In terms of my growing understanding of the piece, I very much relate to your description of the power of returning to a story again and again, and I feel like, as this development process has unfolded, what’s been happening in the world at any given moment has surfaced different threads of the play in different ways, or with a different kind of urgency. At one point the text mentions wars, plagues, tyrants, violence in the streets, and love … and as the months have gone by, each one of those things has really become the container in which we are all living our lives, the beast we must all be reckoning with, or the primary force at work inside us as individuals. It’s been a valuable and terrifying reminder that even the things that don’t feel possible or likely in our time and place in history are waiting right there and could come back at any time (and also, probably, for someone, somewhere else in the world, those things – and others – are happening). I haven’t been able to stop thinking about the sentence “the lip of history” and this idea that every moment spills into the next one.  

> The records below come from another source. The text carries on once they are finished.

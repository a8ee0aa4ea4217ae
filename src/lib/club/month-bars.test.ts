import { describe, expect, it } from "vitest";
import { monthBars } from "./month-bars";
import { NO_TOTALS } from "./totals";

const row = (month: string, claimName: string | null, fineGrams: number, claimId = claimName) => ({ ...NO_TOTALS, month, claimId, claimName, fineGrams });

describe("fine gold per month, stacked by claim", () => {
  it("sums each claim's rows per month, months in order, off-claim finds named", () => {
    const bars = monthBars([row("2026-06", "Larkspur", 2), row("2026-05", "Larkspur", 1.5), row("2026-06", null, 0.25), row("2026-06", "Larkspur", 1)]);
    expect(bars.months).toEqual(["2026-05", "2026-06"]);
    expect(bars.series).toEqual([
      { id: "Larkspur", name: "Larkspur", values: [1.5, 3] },
      { id: "", name: "Off-claim", values: [0, 0.25] },
    ]);
  });

  it("keeps two claims of the same name apart", () => {
    const bars = monthBars([row("2026-06", "Bench", 1, "c1"), row("2026-06", "Bench", 2, "c2")]);
    expect(bars.series.map((s) => [s.id, s.values[0]])).toEqual([
      ["c1", 1],
      ["c2", 2],
    ]);
  });

  it("puts the scale's top on a round gridline at or above the tallest month", () => {
    const bars = monthBars([row("2026-06", "A", 3), row("2026-06", "B", 0.25), row("2026-07", "A", 1)]);
    expect(bars.top).toBeGreaterThanOrEqual(3.25);
    expect(bars.ticks[0]).toBe(0);
    expect(bars.ticks.at(-1)).toBe(bars.top);
    expect(bars.ticks).toEqual([0, 1, 2, 3, 4]);
    expect(monthBars([row("2026-06", "A", 0.07)]).ticks).toEqual([0, 0.02, 0.04, 0.06, 0.08]);
  });

  it("has no scale when nothing was found", () => {
    expect(monthBars([])).toEqual({ months: [], series: [], top: 0, ticks: [] });
  });
});
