"use client";
import dynamic from "next/dynamic";
import { useState, type ReactNode } from "react";
import type { EditableClaim } from "./claim-editor";
import type { ClaimProfile } from "./claim-profile-editor";

const ClaimTools = dynamic(() => import("./claim-tools"), { loading: () => <p className="mt-3 text-ink-soft">Opening…</p> });

/**
 * A claim's section on the claims screen, closed until the officer opens it: its editors (and
 * their reads of the season's finds) load then, so the screen starts with the plan and the list.
 */
export function ClaimSection({
  summary,
  claim,
  season,
  startOpen = false,
}: {
  summary: ReactNode;
  claim?: EditableClaim & ClaimProfile;
  season: number;
  startOpen?: boolean;
}) {
  const [opened, setOpened] = useState(startOpen);
  return (
    <details className="sheet" open={startOpen || undefined} onToggle={(e) => e.currentTarget.open && setOpened(true)}>
      <summary className="cursor-pointer font-bold">{summary}</summary>
      {opened && <ClaimTools claim={claim} season={season} />}
    </details>
  );
}
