import { gramsToTroyOunces } from "../estimate/units";
import { formatGrams } from "../format";
import type { LedgerSummary } from "./ledger";

type Terms = { royaltyKind: "percent_of_value" | "grams_per_troy_ounce" | null; royaltyRate: number | null };

/** The royalty a claim's agreement sets on a period's production, with its worst cases. */
export function royaltyDue(
  claim: Terms,
  s: Pick<LedgerSummary, "value" | "valueLow" | "valueHigh" | "currency" | "fineGrams" | "fineLow" | "fineHigh">,
): { text: string; low: string; high: string } | null {
  if (!claim.royaltyKind || claim.royaltyRate === null) return null;
  const rate = claim.royaltyRate;
  if (claim.royaltyKind === "percent_of_value") {
    const money = (v: number) => `${((v * rate) / 100).toFixed(2)} ${s.currency ?? ""}`.trim();
    return { text: money(s.value), low: money(s.valueLow), high: money(s.valueHigh) };
  }
  const grams = (fine: number) => formatGrams(gramsToTroyOunces(fine) * rate);
  return { text: grams(s.fineGrams), low: grams(s.fineLow), high: grams(s.fineHigh) };
}
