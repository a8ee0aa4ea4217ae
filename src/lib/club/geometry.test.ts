import { describe, expect, it } from "vitest";
import { boundaryFromCorners, MAX_CLAIM_POSITIONS, readBoundary } from "./geometry";

const square = [
  [0, 0],
  [1, 0],
  [1, 1],
  [0, 1],
  [0, 0],
];

describe("claim boundaries", () => {
  it("accepts a closed polygon, bare, as a Feature or in a FeatureCollection of one", () => {
    expect(readBoundary({ type: "Polygon", coordinates: [square] }).ok).toBe(true);
    expect(readBoundary({ type: "Feature", properties: {}, geometry: { type: "Polygon", coordinates: [square] } }).ok).toBe(true);
    expect(readBoundary({ type: "FeatureCollection", features: [{ type: "Feature", geometry: { type: "Polygon", coordinates: [square] } }] }).ok).toBe(true);
  });
  it("refuses an unclosed ring", () => {
    const r = readBoundary({
      type: "Polygon",
      coordinates: [
        [
          [0, 0],
          [1, 0],
          [1, 1],
          [0, 1],
        ],
      ],
    });
    expect(r).toEqual({ ok: false, message: expect.stringMatching(/not closed/) });
  });
  it("refuses a self-intersecting ring (a bow tie)", () => {
    const r = readBoundary({
      type: "Polygon",
      coordinates: [
        [
          [0, 0],
          [1, 1],
          [1, 0],
          [0, 1],
          [0, 0],
        ],
      ],
    });
    expect(r).toEqual({ ok: false, message: expect.stringMatching(/crosses itself/) });
  });
  it("refuses junk and positions out of range", () => {
    expect(readBoundary({ type: "Point", coordinates: [0, 0] }).ok).toBe(false);
    expect(
      readBoundary({
        type: "Polygon",
        coordinates: [
          [
            [0, 0],
            [200, 0],
            [1, 1],
            [0, 0],
          ],
        ],
      }).ok,
    ).toBe(false);
  });
  it("builds a closed ring from typed corners (latitude first)", () => {
    const r = boundaryFromCorners("41.80, -117.62\n41.80 -117.61\n41.81, -117.61\n41.81, -117.62");
    expect(r.ok && r.polygon.coordinates[0]).toEqual([
      [-117.62, 41.8],
      [-117.61, 41.8],
      [-117.61, 41.81],
      [-117.62, 41.81],
      [-117.62, 41.8],
    ]);
    expect(boundaryFromCorners("41.8, x").ok).toBe(false);
  });
});

describe("outline size (RELIABILITY 34: bounded work per request)", () => {
  const circle = (n: number) => {
    const ring = Array.from({ length: n }, (_, i) => [-117.6 + 0.01 * Math.cos((2 * Math.PI * i) / n), 41.8 + 0.01 * Math.sin((2 * Math.PI * i) / n)]);
    return { type: "Polygon", coordinates: [[...ring, ring[0]]] };
  };
  it("accepts an outline at the limit and refuses one past it, saying how many positions it had", () => {
    expect(readBoundary(circle(MAX_CLAIM_POSITIONS - 1)).ok).toBe(true);
    const refused = readBoundary(circle(20_000));
    expect(refused.ok).toBe(false);
    expect(!refused.ok && refused.message).toMatch(/20001 positions; at most 2000/);
  });
});

describe("refusals that name the problem (issue 18)", () => {
  it.each([
    [{ type: "Point", coordinates: [-117.6, 41.8] }, /not a point/],
    [
      {
        type: "LineString",
        coordinates: [
          [-117.6, 41.8],
          [-117.5, 41.8],
        ],
      },
      /closed area/,
    ],
    [{ type: "Polygon", coordinates: [] }, /empty/],
    [
      {
        type: "Polygon",
        coordinates: [
          [
            [41.8, -117.62],
            [41.8, -117.61],
            [41.81, -117.61],
            [41.8, -117.62],
          ],
        ],
      },
      /swapped/,
    ],
    [
      {
        type: "Polygon",
        coordinates: [
          [
            [-217.6, 41.8],
            [-117.61, 41.8],
            [-117.61, 41.81],
            [-217.6, 41.8],
          ],
        ],
      },
      /out of range/,
    ],
    [{ type: "Feature", geometry: null }, /no GeoJSON geometry/],
    [{ type: "Polygon", coordinates: [[["a", "b"]]] }, /pairs of numbers/],
  ])("%j", (input, message) => {
    const r = readBoundary(input);
    expect(r.ok).toBe(false);
    expect(!r.ok && r.message).toMatch(message);
  });
});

In building the container [of the story], I was surprised to discover how fixed we needed the elements of the world to be. These actors are dealing with the theatrical hand the production has dealt. They are alive inside this playground that they didn’t create but exist in. And while they take characters on and off in a way that we don’t get to in our real lives, those garments and fates go on and off within a very prescribed (and strange) world. And there’s something about the strangeness of the theatrical space that reminds me that our world seems like the only way a world could be .. but it leaves me wondering how much more would be possible if one thing in one "lip of history” moment had gone differently. How the chain reaction of history could have (and could still) lead us somewhere we can’t even imagine or recognize. That all sounds very Charles Darnay. 

In terms of Atlanta, I was also an outsider when I moved here. I arrived here and fell in love with its aliveness, its heart, the pulse of the city, its incredible diversity. And also wondered at its extremes, and its many, many contradictions. Now I am back to being a visitor to and not a citizen of this city, but I hope this production invites citizens of Atlanta to bring all the many (contradicting) parts of themselves and potentially contradicting views of their city to the story and see what it can reveal.  

Last thing, Brendan. On this day, what’s one line of text that’s really in your head/heart? 

Brendan: I was thinking about the line about Louis’s transformation from king, to citizen, to prisoner, to murdered corpse. I am not sure why. You?

Leora: “The man who began life as heir to the throne looks out at his people and realizes he is like them – he can suffer.” I think for me, it’s still “the lip of history.” I love that there’s no subject in this sentence. It’s a naming of something so big we don’t even get located inside it as individuals.